* **WHAT THE EXERCISE ASKS**: I need the lines below from the one with "Stable identifier, e.g." down to the one with "takes less time." reproduced exactly, both ends included, and nothing else.

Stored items
■ ■ ■ ■

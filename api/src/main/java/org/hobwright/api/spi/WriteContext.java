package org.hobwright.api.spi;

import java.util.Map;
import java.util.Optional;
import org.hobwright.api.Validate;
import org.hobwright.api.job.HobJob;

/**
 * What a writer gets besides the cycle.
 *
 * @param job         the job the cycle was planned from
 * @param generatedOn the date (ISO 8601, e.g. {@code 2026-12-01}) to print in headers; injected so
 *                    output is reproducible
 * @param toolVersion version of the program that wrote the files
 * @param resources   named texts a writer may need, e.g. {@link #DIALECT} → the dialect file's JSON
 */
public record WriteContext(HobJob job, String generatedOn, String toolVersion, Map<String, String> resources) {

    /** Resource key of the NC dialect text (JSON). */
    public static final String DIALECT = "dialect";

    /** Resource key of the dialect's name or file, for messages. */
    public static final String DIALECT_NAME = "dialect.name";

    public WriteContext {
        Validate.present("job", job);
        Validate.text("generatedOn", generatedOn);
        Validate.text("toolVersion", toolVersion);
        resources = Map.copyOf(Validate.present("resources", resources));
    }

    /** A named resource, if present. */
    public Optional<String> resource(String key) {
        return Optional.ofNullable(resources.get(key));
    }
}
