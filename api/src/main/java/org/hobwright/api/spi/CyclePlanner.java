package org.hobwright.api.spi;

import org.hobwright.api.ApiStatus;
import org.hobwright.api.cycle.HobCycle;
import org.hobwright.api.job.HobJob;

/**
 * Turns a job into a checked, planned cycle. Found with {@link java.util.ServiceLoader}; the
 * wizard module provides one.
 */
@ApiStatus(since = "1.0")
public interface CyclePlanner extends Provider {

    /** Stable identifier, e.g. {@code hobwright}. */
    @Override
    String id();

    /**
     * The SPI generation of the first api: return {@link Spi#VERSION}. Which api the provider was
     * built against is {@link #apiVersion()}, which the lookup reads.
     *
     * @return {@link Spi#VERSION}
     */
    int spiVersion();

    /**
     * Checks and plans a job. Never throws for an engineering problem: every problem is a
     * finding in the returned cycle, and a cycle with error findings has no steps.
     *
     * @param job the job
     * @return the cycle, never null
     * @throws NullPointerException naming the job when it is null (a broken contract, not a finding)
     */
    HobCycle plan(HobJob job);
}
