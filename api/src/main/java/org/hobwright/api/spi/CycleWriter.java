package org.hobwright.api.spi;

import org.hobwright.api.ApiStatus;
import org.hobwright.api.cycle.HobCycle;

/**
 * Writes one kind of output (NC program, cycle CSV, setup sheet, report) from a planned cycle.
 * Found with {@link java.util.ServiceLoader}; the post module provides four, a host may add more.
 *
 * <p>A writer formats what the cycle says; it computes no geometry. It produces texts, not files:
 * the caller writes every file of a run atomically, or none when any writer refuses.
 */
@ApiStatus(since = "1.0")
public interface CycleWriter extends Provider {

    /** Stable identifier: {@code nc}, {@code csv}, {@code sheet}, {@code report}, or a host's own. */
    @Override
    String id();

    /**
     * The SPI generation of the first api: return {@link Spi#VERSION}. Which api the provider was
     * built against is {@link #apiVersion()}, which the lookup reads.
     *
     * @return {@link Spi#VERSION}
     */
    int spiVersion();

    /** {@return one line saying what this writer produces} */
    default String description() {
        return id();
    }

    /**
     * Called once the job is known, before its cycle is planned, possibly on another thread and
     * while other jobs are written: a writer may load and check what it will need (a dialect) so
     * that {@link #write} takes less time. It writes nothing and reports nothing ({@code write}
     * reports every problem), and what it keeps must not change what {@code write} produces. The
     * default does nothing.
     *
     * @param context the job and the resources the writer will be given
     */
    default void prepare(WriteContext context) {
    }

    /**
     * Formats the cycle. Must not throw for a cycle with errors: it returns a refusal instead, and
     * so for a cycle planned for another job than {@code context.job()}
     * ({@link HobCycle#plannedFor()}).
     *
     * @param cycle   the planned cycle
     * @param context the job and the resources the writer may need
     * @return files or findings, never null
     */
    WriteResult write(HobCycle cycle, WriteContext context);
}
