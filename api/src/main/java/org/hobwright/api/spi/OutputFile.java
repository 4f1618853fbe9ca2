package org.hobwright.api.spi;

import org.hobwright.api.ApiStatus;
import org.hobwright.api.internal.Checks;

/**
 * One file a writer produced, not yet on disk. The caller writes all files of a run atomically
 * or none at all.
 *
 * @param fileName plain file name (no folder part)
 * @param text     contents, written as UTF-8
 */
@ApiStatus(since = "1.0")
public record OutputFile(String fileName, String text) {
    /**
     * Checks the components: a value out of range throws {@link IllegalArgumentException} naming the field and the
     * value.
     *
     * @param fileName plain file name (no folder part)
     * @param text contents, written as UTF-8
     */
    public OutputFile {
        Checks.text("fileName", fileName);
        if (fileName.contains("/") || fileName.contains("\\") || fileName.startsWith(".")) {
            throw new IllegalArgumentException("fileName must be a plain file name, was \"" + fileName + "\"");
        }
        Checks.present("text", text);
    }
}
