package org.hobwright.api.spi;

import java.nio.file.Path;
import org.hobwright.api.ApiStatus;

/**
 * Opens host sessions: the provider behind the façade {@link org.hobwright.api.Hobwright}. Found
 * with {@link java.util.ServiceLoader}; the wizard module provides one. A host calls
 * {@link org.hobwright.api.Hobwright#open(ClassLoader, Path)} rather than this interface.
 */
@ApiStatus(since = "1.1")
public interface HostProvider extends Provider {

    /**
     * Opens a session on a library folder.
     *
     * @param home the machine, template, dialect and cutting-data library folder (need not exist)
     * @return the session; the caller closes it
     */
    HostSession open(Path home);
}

■ ■ ■ ■

* **EXERCISE OUTPUT**:
    /** Stable identifier, e.g. {@code hobwright}. */
    @Override
    String id();

    /**
     * The SPI generation of the first api: return {@link Spi#VERSION}. Which api the provider was
     * built against is {@link #apiVersion()}, which the lookup reads.
     *
     * @return {@link Spi#VERSION}
     */
    int spiVersion();

    /**
     * Checks and plans a job. Never throws for an engineering problem: every problem is a
     * finding in the returned cycle, and a cycle with error findings has no steps.
     *
     * @param job the job
     * @return the cycle, never null
     * @throws NullPointerException naming the job when it is null (a broken contract, not a finding)
     */
    HobCycle plan(HobJob job);
}
filename api/src/main/java/org/hobwright/api/spi/CycleWriter.java
package org.hobwright.api.spi;

import org.hobwright.api.ApiStatus;
import org.hobwright.api.cycle.HobCycle;

/**
 * Writes one kind of output (NC program, cycle CSV, setup sheet, report) from a planned cycle.
 * Found with {@link java.util.ServiceLoader}; the post module provides four, a host may add more.
 *
 * <p>A writer formats what the cycle says; it computes no geometry. It produces texts, not files:
 * the caller writes every file of a run atomically, or none when any writer refuses.
 */
@ApiStatus(since = "1.0")
public interface CycleWriter extends Provider {

    /** Stable identifier: {@code nc}, {@code csv}, {@code sheet}, {@code report}, or a host's own. */
    @Override
    String id();

    /**
     * The SPI generation of the first api: return {@link Spi#VERSION}. Which api the provider was
     * built against is {@link #apiVersion()}, which the lookup reads.
     *
     * @return {@link Spi#VERSION}
     */
    int spiVersion();

    /** {@return one line saying what this writer produces} */
    default String description() {
        return id();
    }

    /**
     * Called once the job is known, before its cycle is planned, possibly on another thread and
     * while other jobs are written: a writer may load and check what it will need (a dialect) so
     * that {@link #write} takes less time. It writes nothing and reports nothing ({@code write}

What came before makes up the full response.